You had me confused with your PM. I'm a little slow sometimes.

Cant help you out with the bait casters. I too use spinning reels for most all my fishing. I used to use baitcasters for flippin and pitchin but I never could cast one of those things to save my life. I dont even own a baitcaster now. Been several years since Ive chased the Bass. Mainly fish for Crappie these days. Dont know that I could teach you much with the pigs either unless your completely new to bassin then I could show you the basics. I do still have most of my Bass gear. Regardless, Id hook up with ya sometime to go fishin. Looks like you live pretty close to me and none of my buddies fish so I'm always willing to tag along with someone or have someone tag along with me. My boat is currently under construction though and wont be finished till probably mid summer so I'm confined to the banks for now.


----------



## sbreech

BassBlaster said:


> Regardless, Id hook up with ya sometime to go fishin. Looks like you live pretty close to me and none of my buddies fish so I'm always willing to tag along with someone or have someone tag along with me.


...and I thought I was the only one in this situation!


----------



## Eric E

sbreech said:


> ...and I thought I was the only one in this situation!


Several of us like that.
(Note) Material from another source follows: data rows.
package main

import (
	"fmt"
	"runtime"

	"ebbline/pva"

	"github.com/spf13/cobra"
)

func newVersion(a *app) *cobra.Command {
	return &cobra.Command{
		Use:   "version",
		Short: "Print the version",
		Args:  cobra.NoArgs,
		RunE: func(*cobra.Command, []string) error {
			_, err := fmt.Fprintf(a.out, "ebbline %s (%s, %s/%s)\n", pva.Version, runtime.Version(), runtime.GOOS, runtime.GOARCH)
			return err
		},
	}
}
Been making my dad drive up and join me as he is retired.


sent from my HTC evo


----------



## Header

I just started last year flyfishing and believe it not its just not tieing on a fly and throwing it. We have Kames Sporting in N.Canton that has a great fly section and an excellent knowledgeable man who knows what its all about and is willing to share. Go to a good Sporting store that has a good fly section and ask. Rod, line need to match. Flowing or nonflowing line, then there are leaders, tipets and tons of flys. There is a Steelhead section on this site check it out, at the top there is a sticky for newbies and check out fish on the fly on this site. Also try fly fishing sites: http://steelheadsite.com/forum/ ...http://flyfishing.com/ . Also some very important advise, if you river fish a river even though it's public, DON'T intrude on anothers space/hole, ask to be there. Hope you enjoy it.


----------



## MDBuckeye

I live just up the road in Delaware and have fly fished a lot of rivers in Utah and Maryland on the fly but haven't brought the long rod since I've lived in Ohio, the last two years. I could teach you how to cast pretty easy and the basics of what you need but am more familiar with stream run trout.
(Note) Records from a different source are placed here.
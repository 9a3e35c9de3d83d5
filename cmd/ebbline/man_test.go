package main

import (
	"bytes"
	"os"
	"os/exec"
	"path/filepath"
	"regexp"
	"strings"
	"testing"
	"unicode/utf8"
)

// TestManPages writes the pages and reads them as text: each is there, says all
// that --help says, and carries no date.
func TestManPages(t *testing.T) {
	t.Chdir(t.TempDir())
	quietly(t, []string{"man", "manual"})
	var pages []string
	for _, cmd := range everyCommand() {
		if cmd.Name() == "help" {
			continue
		}
		name := manName(cmd) + ".1"
		pages = append(pages, name)
		data, err := os.ReadFile(filepath.Join("manual", name))
		if err != nil {
			t.Fatal(err)
		}
		page := strings.NewReplacer(`\fB`, "", `\fI`, "", `\fR`, "", `\-`, "-", `\(aq`, "'", `\(dq`, `"`, `\(ti`, "~", `\(ga`, "`").Replace(string(data))
		if !strings.HasPrefix(page, `.TH "`+strings.ToUpper(manName(cmd))+`" "1" "" "ebbline `) {
			t.Errorf("%s: its head is not one of a page without a date: %.80q", name, page)
		}
		for _, part := range []string{".SH NAME", ".SH SYNOPSIS", ".SH DESCRIPTION", ".SH OPTIONS", ".SH SEE ALSO", strings.TrimPrefix(cmd.Example, "  ")} {
			if !strings.Contains(page, part) {
				t.Errorf("%s: lacks %q", name, part)
			}
		}
		for _, f := range flagsOf(cmd) {
			_, does := flagText(f)
			if !strings.Contains(page, "--"+f.Name) || !strings.Contains(page, does) {
				t.Errorf("%s: does not explain --%s", name, f.Name)
			}
		}
	}
	files, err := os.ReadDir("manual")
	if err != nil || len(files) != len(pages) {
		t.Errorf("%d files written for %d pages: %v", len(files), len(pages), err)
	}
	// Pages are not overwritten unasked, and come out the same.
	first, _ := os.ReadFile("manual/ebbline.1")
	var out, errs bytes.Buffer
	if code := run([]string{"man", "manual"}, strings.NewReader(""), &out, &errs); code != statusBadInput || !strings.Contains(errs.String(), "--force") {
		t.Errorf("over pages that are there: exit status %d\n%s", code, errs.String())
	}
	quietly(t, []string{"man", "manual", "--force"})
	if again, _ := os.ReadFile("manual/ebbline.1"); !bytes.Equal(first, again) {
		t.Error("a page comes out otherwise the second time")
	}
}

// TestManPagesRender has groff set every page 80 columns wide and warn of
// everything.
func TestManPagesRender(t *testing.T) {
	groff, err := exec.LookPath("groff")
	if err != nil {
		t.Skip("skipped: groff is not installed")
	}
	marks := regexp.MustCompile(".\b") // how bold and underlined letters are set
	byHand := map[string][]string{}    // page -> lines that must stay lines
	for _, c := range everyCommand() {
		byHand[manName(c)+".1"] = strings.Split(c.Example, "\n")
	}
	byHand["ebbline.1"] = []string{"ebbline new mycase.toml"}
	for _, page := range manPages(everyCommand()[0]) {
		cmd := exec.Command(groff, "-man", "-ww", "-Tutf8", "-P-c", "-rLL=80n")
		cmd.Stdin = strings.NewReader(page.text)
		var out, errs bytes.Buffer
		cmd.Stdout, cmd.Stderr = &out, &errs
		if err := cmd.Run(); err != nil || errs.Len() > 0 {
			t.Errorf("%s: %v\n%s", page.name, err, errs.String())
		}
		text := marks.ReplaceAllString(out.String(), "")
		if !strings.Contains(text, "DESCRIPTION") {
			t.Fatalf("%s: is not set:\n%s", page.name, text)
		}
		has := map[string]bool{}
		for _, line := range strings.Split(text, "\n") {
			has[strings.TrimSpace(line)] = true
			if utf8.RuneCountInString(line) > 80 {
				t.Errorf("%s: %d columns: %q", page.name, utf8.RuneCountInString(line), line)
			}
		}
		for _, line := range byHand[page.name] {
			if line = strings.TrimSpace(line); !has[line] {
				t.Errorf("%s: has no line %q", page.name, line)
			}
		}
	}
}

func TestRoffMeansItself(t *testing.T) {
	for text, want := range map[string]string{
		`.not a request`:    `\&.not a request`,
		`'nor this`:         `\(aqnor this`,
		`--force \ "a" ~/b`: `\-\-force \e \(dqa\(dq \(ti/b`,
	} {
		if got := roff(text); got != want {
			t.Errorf("%q gives %q, want %q", text, got, want)
		}
	}
}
PM me if you are interested in getting together.


----------



## goldfishboy

Thanks for all the good info and help. The nice weather has the biggills shallow got about 20 nice ones for dinner last sat. Going to east tennessee soon was going to get a flyguide but with the gas prices I can not afford it .I need to Practice fly fishing in the quarry so I will be ready for the fast rivers would love to go to the mad river with someone that been fishing the mad before. I got alot of hot spots for smallmouths in the scito river.


----------



## Frankb63

Rod Hawg said:


> I caught this toad on the Fly. I don't like it as much as normal rod and reel but like to mix it up and bring out the Fly Rod. Do you know how to Fly Fish?
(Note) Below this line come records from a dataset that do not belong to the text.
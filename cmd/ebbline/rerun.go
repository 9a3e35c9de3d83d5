package main

import (
	"context"
	"errors"
	"fmt"
	"strconv"
	"strings"

	"ebbline/pva"
	"ebbline/pva/assess"
	"ebbline/pva/casefile"
	"ebbline/pva/casefile/sheet"
	"ebbline/reports"
	"ebbline/reports/workbook"

	"github.com/spf13/cobra"
)

// errDisagrees carries exit status 4 past the commands; what disagrees has been
// said.
var errDisagrees = errors.New("the report is not what its case gives")

func newRerun(a *app) *cobra.Command {
	var workers int
	var quiet bool
	cmd := &cobra.Command{
		Use:   "rerun REPORT.xlsx",
		Short: "Run a report's own case again and compare every number",
		Long: `Takes the case and the seed that a report carries, makes sure that they are the
ones it was written with, runs them, and compares every cell of the report with
what comes out: counts exactly, other numbers to one part in a thousand million.
Cells that differ are named. Writes nothing.

` + statusHelp,
		Example: "  ebbline rerun heron.xlsx",
		Args:    cobra.ExactArgs(1),
		RunE: func(_ *cobra.Command, args []string) error {
			if workers < 0 {
				return badInputf("--workers %d: give 1 or more", workers)
			}
			return a.rerun(args[0], workers, quiet)
		},
	}
	cmd.Flags().IntVar(&workers, "workers", 0, "how many replicates run side by side (default: all cores)")
	cmd.Flags().BoolVar(&quiet, "quiet", false, "print nothing but what disagrees")
	return cmd
}

// rerun checks one report. What does not agree is printed on standard output
// and ends in errDisagrees.
func (a *app) rerun(name string, workers int, quiet bool) error {
	if !isWorkbook(name) {
		return badInputf("%s is not a report: reports end in .xlsx", name)
	}
	data, err := readBounded(name, sheet.LargestFile)
	if err != nil {
		return badInput{err}
	}
	book, err := sheet.Open(name, data)
	if err != nil {
		return badInput{err}
	}
	said, err := sheet.Embedded(book)
	if altered := (sheet.Altered{}); errors.As(err, &altered) {
		return a.disagree(altered.Error())
	}
	if err != nil {
		return badInput{err}
	}
	if said.Program != reports.Program {
		return badInputf("%s was written by %q, not by this program", name, said.Program)
	}
	how, err := repeated(said.Command)
	if err != nil {
		return badInputf("%s: %w", name, err)
	}
	c, err := caseOf(name, said, how)
	if err != nil {
		return a.disagree(err.Error())
	}
	if !quiet {
		a.say(false, fmt.Sprintf("%s: %s %s, seed %d, %s replicates\n", name, said.Program, said.Version, said.Seed, reports.Grouped(said.Replicates)))
		if said.Version != pva.Version {
			a.say(false, "This is version "+pva.Version+": where the model has changed since, numbers differ.\n")
		}
		a.say(false, "The case it carries has the lines, the SHA-256 and the digest stated.\n\n")
	}
	ctx, stop := a.interruptible()
	defer stop()
	again, err := a.repeat(ctx, c, said, how, workers, quiet)
	if err != nil {
		return err
	}
	fresh, err := sheet.Open(name+" run again", again)
	if err != nil {
		return err
	}
	found, err := compare(book, fresh)
	if err != nil {
		return badInput{err}
	}
	a.say(false, found.text(quiet))
	if found.differ() {
		return errDisagrees
	}
	return nil
}

// disagree says in one line why a report cannot be what its case gives.
func (a *app) disagree(why string) error {
	a.say(false, why+"\n")
	return errDisagrees
}

// options are what a report's command line says of how its case was run.
type rerunOptions struct {
	example      string
	settings     []pva.Setting
	exact        assess.ExactWish
	untilDecided bool
}

// exactFlag is the flag by which the exact answer was asked for or refused.
func exactFlag(w assess.ExactWish) string {
	return map[assess.ExactWish]string{assess.ExactAlways: " --exact", assess.ExactNever: " --no-exact"}[w]
}

// untilFlag is how the command line says that replicates are added until decided.
func untilFlag(on bool) string {
	if on {
		return " --until-decided"
	}
	return ""
}

// repeated reads the command line that a report states. Its settings are in the
// case text already; they are read to know which values were overridden.
func repeated(line string) (rerunOptions, error) {
	var o rerunOptions
	words, ok := splitArgs(line)
	if !ok || len(words) < 3 || words[0] != "ebbline" {
		return o, fmt.Errorf("its command line cannot be read: %q", line)
	}
	if words[1] != "assess" {
		return o, fmt.Errorf("is the report of `ebbline %s`, which rerun cannot repeat yet; run its own command line: %s", words[1], line)
	}
	for i := 2; i < len(words); i++ {
		value := ""
		switch words[i] {
		case "--set", "--replicates", "--seed", "--example":
			if i+1 == len(words) {
				return o, fmt.Errorf("its command line cannot be read: %q", line)
			}
			value = words[i+1]
		}
		switch words[i] {
		case "--exact":
			o.exact = assess.ExactAlways
		case "--no-exact":
			o.exact = assess.ExactNever
		case "--until-decided":
			o.untilDecided = true
		case "--example":
			o.example = value
			i++
		case "--set":
			s, err := casefile.ParseSetting(value)
			if err != nil {
				return o, fmt.Errorf("its command line cannot be read: %w", err)
			}
			o.settings = append(o.settings, s...)
			i++
		case "--replicates", "--seed":
			n, err := strconv.ParseUint(value, 10, 64)
			if err != nil {
				return o, fmt.Errorf("its command line cannot be read: %s %q", words[i], value)
			}
			v := pva.Num(float64(n))
			v.Text = value
			o.settings = append(o.settings, pva.Setting{Path: "run." + words[i][2:], Value: v})
			i++
		default:
			if i > 2 {
				return o, fmt.Errorf("its command line cannot be read: %q", words[i])
			}
		}
	}
	return o, nil
}

// splitArgs splits a command line as quoteArg put it together.
func splitArgs(line string) ([]string, bool) {
	var words []string
	var word strings.Builder
	inWord, inQuote := false, false
	for i := 0; i < len(line); i++ {
		switch c := line[i]; {
		case inQuote && c == '\'':
			inQuote = false
		case inQuote:
			word.WriteByte(c)
		case c == '\'':
			inQuote, inWord = true, true
		case c == '\\' && i+1 < len(line):
			i++
			word.WriteByte(line[i])
			inWord = true
		case c == ' ':
			if inWord {
				words, inWord = append(words, word.String()), false
				word.Reset()
			}
		default:
			word.WriteByte(c)
			inWord = true
		}
	}
	if inWord {
		words = append(words, word.String())
	}
	return words, !inQuote
}

// caseOf is the case that the report carries. An error says how it is not the
// one of which the report speaks.
func caseOf(name string, said *sheet.Report, how rerunOptions) (*pva.Case, error) {
	c, faults := casefile.Read(name+", case text", []byte(said.CaseText))
	if len(faults) > 0 {
		return nil, fmt.Errorf("%s: the case it carries cannot be read, so it was changed:\n%w", name, faults)
	}
	if len(how.settings) > 0 {
		if c, faults = casefile.Override(c, how.settings); len(faults) > 0 {
			return nil, fmt.Errorf("%s: its command line does not fit its case, so one was changed:\n%w", name, faults)
		}
	}
	if got := c.Digest(); got != said.Digest {
		return nil, fmt.Errorf("%s: the case it carries has another digest than the one stated, so it was changed:\n  stated   %s\n  carried  %s", name, said.Digest, got)
	}
	if c.Run.Seed != said.Seed {
		return nil, fmt.Errorf("%s: it states seed %d, and carries a case of seed %d", name, said.Seed, c.Run.Seed)
	}
	return c, nil
}

// repeat runs the case and builds the report anew. One that was interrupted is
// interrupted again at the same replicate, which takes a single worker.
func (a *app) repeat(ctx context.Context, c *pva.Case, said *sheet.Report, how rerunOptions, workers int, quiet bool) ([]byte, error) {
	partly := said.Replicates < said.Asked
	progress, finish := progressBar(a.errs, said.Replicates, quiet)
	opt := assess.Options{Workers: workers, Progress: progress, Exact: how.exact}
	run := ctx
	if partly {
		var stop context.CancelFunc
		run, stop = context.WithCancel(ctx)
		defer stop()
		opt.Workers = 1
		opt.Progress = func(done int64) {
			if progress != nil {
				progress(done)
			}
			if done >= said.Replicates {
				stop()
			}
		}
	}
	var result *pva.Assessment
	var err error
	if how.untilDecided {
		var s *assess.Settled
		opt.Progress = nil
		if s, err = assess.UntilDecided(run, c, opt, 0); s != nil {
			result = s.Assessment
		}
	} else {
		result, err = assess.Run(run, c, opt)
	}
	finish()
	switch {
	case ctx.Err() != nil:
		return nil, ctx.Err()
	case err != nil && !(partly && result != nil && errors.Is(err, context.Canceled)):
		return nil, err
	}
	about := meta(c, said.CaseFile, "assess", how.example)
	about.Version = said.Version
	about.Command += exactFlag(how.exact) + untilFlag(how.untilDecided)
	return workbook.Bytes(reports.Build(result, about))
}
You know any good places for nice bluegill near Hillsboro Ohio ty


----------



## Frankb63

goldfishboy said:


> I live near west columbus. If I put this on the central oh I would get way to many reply,s I thought I would post on the panfish form. Bassblaster you can help me with a baitcaster and the pigbass. I have one but went back to a spincaster love them. Steve you will have a great time. thanks


Know any places for nice bluegill ty


----------